* **What is expected**
Write out exactly the lines of the entries below from the one holding "const clock = new" to the one holding "for (let k = 0;", inclusive, and leave out all other lines.

Stored data entries:
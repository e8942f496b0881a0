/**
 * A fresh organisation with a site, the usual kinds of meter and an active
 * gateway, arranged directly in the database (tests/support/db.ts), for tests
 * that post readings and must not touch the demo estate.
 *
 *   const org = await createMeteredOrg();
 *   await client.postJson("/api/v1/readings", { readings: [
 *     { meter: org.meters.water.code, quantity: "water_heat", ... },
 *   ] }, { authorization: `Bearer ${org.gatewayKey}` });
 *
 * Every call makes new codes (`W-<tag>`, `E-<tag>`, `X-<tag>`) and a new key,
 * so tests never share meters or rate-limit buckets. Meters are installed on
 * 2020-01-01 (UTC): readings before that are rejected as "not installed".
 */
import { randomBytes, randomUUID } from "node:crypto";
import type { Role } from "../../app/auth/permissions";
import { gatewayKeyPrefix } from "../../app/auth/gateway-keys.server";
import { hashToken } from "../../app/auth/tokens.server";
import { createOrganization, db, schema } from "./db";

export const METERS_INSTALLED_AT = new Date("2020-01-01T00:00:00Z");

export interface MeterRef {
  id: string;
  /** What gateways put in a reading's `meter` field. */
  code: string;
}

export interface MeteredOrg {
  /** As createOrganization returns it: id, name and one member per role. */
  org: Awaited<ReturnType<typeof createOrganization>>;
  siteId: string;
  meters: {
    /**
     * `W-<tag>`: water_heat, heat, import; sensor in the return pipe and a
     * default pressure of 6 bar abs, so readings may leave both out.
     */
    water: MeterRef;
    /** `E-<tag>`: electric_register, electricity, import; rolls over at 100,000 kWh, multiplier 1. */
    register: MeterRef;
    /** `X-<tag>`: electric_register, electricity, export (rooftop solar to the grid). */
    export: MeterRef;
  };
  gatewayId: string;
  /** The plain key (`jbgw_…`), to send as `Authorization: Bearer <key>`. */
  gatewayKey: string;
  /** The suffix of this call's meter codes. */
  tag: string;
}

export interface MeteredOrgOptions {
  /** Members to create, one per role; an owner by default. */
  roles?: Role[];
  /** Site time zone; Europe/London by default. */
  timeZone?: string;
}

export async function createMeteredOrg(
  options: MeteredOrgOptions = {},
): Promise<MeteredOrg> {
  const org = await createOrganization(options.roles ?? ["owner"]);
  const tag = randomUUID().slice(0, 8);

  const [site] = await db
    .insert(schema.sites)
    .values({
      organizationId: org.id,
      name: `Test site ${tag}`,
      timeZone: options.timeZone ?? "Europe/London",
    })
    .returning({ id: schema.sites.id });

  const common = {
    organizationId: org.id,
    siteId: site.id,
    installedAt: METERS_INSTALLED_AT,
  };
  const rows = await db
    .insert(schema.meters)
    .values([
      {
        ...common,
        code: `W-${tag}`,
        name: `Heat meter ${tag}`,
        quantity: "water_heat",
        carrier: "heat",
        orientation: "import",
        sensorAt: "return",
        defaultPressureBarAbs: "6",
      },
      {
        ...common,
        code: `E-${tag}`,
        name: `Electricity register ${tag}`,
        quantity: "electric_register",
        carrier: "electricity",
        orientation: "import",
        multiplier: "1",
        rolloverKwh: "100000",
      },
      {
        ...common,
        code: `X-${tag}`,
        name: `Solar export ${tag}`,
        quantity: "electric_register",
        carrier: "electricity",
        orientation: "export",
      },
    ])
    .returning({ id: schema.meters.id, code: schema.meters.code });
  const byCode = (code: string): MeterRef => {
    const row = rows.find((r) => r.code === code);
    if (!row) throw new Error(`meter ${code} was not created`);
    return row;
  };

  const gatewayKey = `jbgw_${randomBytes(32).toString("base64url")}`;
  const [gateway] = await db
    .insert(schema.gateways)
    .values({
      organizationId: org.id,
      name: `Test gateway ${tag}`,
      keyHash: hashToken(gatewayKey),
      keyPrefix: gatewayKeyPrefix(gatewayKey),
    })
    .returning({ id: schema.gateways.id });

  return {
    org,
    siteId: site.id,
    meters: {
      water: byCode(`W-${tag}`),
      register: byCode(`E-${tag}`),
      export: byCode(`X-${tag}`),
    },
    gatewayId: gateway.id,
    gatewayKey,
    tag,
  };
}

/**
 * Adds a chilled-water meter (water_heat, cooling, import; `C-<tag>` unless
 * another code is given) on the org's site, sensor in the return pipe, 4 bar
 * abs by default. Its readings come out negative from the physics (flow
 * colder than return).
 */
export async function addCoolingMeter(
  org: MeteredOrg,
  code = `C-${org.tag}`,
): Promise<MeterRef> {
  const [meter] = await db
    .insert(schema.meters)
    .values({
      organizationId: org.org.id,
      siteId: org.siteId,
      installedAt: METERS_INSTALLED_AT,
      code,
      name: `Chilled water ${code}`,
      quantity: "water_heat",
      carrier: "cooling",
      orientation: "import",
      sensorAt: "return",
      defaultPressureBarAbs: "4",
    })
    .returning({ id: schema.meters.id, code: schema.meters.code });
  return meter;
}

* * *

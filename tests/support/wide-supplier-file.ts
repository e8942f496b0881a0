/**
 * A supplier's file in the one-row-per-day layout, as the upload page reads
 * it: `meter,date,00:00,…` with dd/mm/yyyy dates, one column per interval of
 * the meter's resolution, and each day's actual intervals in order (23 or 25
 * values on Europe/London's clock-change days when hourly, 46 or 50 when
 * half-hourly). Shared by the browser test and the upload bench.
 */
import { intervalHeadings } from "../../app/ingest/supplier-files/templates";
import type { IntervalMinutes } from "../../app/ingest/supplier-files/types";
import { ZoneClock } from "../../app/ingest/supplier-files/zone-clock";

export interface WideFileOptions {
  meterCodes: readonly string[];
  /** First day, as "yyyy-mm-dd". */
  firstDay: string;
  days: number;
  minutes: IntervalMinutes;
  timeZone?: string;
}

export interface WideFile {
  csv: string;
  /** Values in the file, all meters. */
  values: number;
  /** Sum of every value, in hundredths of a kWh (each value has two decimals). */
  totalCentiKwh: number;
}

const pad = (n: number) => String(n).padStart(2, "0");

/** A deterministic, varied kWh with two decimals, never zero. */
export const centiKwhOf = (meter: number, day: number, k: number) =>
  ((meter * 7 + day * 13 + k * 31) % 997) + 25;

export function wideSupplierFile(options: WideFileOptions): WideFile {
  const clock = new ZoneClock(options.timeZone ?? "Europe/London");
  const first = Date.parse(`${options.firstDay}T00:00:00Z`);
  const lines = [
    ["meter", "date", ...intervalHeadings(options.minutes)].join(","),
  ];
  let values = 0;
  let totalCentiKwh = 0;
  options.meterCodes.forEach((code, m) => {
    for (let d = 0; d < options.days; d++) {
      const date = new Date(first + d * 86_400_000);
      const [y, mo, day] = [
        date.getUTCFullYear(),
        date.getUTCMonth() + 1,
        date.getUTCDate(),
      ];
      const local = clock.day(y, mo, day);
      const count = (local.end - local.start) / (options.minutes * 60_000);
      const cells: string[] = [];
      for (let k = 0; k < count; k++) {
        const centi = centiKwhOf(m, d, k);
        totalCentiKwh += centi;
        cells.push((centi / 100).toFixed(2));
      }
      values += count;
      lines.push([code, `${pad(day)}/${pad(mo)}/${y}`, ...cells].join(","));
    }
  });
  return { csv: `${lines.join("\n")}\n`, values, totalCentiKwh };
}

---

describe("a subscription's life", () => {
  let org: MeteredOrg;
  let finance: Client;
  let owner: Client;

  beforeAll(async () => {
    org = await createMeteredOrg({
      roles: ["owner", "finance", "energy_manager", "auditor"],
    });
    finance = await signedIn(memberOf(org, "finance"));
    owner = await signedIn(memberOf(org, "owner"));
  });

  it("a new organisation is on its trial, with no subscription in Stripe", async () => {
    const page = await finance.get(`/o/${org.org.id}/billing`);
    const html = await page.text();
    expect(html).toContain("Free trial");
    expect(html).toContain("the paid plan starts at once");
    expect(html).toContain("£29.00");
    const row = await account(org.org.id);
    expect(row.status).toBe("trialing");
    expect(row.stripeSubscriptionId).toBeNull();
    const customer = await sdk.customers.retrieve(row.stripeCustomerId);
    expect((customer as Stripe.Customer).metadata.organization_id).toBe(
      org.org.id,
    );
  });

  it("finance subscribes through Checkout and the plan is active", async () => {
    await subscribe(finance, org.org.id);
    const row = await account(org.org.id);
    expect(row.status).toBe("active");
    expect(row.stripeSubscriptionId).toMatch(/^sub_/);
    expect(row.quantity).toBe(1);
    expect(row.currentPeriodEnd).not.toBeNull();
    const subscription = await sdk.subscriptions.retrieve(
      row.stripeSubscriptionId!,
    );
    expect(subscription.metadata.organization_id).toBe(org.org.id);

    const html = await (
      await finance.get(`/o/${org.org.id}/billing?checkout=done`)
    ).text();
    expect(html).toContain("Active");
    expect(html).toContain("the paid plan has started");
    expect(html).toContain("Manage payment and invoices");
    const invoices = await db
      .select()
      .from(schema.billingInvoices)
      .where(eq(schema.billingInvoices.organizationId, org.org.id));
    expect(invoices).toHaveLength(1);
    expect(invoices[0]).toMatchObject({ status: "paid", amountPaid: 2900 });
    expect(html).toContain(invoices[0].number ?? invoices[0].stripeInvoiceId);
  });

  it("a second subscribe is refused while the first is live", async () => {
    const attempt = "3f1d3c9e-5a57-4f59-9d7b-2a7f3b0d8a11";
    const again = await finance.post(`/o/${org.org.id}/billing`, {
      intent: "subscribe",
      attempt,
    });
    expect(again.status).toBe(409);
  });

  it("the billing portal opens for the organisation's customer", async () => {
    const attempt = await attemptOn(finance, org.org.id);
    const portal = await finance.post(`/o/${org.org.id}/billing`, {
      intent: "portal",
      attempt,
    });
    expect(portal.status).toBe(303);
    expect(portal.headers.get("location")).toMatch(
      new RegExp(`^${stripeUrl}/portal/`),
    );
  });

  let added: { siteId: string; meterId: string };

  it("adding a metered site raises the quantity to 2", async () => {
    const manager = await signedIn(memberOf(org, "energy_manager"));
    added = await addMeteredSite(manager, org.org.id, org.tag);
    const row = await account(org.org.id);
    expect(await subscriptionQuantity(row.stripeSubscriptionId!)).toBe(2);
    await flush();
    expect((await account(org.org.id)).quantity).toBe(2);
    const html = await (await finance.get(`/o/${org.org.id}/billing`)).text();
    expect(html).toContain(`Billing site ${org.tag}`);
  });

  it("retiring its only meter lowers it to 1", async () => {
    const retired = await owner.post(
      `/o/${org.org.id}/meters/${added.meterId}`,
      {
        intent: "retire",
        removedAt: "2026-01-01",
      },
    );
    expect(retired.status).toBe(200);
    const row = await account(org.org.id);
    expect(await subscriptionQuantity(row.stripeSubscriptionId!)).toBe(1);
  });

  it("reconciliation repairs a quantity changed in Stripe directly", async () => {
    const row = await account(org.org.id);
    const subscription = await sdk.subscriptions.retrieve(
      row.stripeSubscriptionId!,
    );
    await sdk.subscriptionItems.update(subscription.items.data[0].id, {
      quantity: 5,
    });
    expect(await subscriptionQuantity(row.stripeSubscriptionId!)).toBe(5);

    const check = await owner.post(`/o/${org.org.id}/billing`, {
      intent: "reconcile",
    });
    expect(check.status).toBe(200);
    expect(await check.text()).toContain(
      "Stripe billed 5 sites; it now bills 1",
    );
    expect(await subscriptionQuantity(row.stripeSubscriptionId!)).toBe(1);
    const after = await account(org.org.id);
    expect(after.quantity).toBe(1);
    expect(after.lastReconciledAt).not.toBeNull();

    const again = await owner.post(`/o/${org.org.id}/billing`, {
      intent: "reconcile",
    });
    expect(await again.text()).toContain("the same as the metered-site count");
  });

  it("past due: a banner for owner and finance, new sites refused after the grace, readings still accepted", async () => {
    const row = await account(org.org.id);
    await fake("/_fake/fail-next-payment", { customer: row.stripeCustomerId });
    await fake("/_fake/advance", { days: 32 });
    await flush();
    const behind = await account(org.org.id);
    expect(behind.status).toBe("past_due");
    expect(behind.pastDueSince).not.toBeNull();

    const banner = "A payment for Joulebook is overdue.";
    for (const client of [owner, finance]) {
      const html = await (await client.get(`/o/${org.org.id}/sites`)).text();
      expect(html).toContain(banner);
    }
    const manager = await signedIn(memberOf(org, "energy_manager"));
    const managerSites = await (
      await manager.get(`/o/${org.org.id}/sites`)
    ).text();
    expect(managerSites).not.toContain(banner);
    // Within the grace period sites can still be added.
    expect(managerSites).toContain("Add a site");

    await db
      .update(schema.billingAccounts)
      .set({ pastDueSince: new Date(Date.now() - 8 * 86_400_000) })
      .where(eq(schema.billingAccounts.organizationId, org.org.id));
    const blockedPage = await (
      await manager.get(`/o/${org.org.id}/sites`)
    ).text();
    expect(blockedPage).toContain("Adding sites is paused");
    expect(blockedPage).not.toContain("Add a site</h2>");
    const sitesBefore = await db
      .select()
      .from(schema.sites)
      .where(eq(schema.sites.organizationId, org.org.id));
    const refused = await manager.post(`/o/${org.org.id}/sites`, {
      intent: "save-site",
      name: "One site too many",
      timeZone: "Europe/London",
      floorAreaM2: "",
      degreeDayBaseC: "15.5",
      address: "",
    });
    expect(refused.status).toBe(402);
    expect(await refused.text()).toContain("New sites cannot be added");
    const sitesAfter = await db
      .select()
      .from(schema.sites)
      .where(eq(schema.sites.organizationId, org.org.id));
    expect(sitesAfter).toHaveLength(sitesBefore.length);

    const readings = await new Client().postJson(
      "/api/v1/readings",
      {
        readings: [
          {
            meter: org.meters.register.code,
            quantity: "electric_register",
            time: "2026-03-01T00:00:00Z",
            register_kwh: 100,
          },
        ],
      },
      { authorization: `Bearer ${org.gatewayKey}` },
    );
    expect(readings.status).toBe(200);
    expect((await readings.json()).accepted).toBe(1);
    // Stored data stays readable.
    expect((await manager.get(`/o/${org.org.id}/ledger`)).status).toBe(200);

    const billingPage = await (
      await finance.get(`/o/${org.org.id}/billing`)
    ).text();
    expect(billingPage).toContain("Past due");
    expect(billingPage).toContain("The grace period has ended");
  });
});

* **Solution**
  const clock = new ZoneClock(options.timeZone ?? "Europe/London");
  const first = Date.parse(`${options.firstDay}T00:00:00Z`);
  const lines = [
    ["meter", "date", ...intervalHeadings(options.minutes)].join(","),
  ];
  let values = 0;
  let totalCentiKwh = 0;
  options.meterCodes.forEach((code, m) => {
    for (let d = 0; d < options.days; d++) {
      const date = new Date(first + d * 86_400_000);
      const [y, mo, day] = [
        date.getUTCFullYear(),
        date.getUTCMonth() + 1,
        date.getUTCDate(),
      ];
      const local = clock.day(y, mo, day);
      const count = (local.end - local.start) / (options.minutes * 60_000);
      const cells: string[] = [];
      for (let k = 0; k < count; k++) {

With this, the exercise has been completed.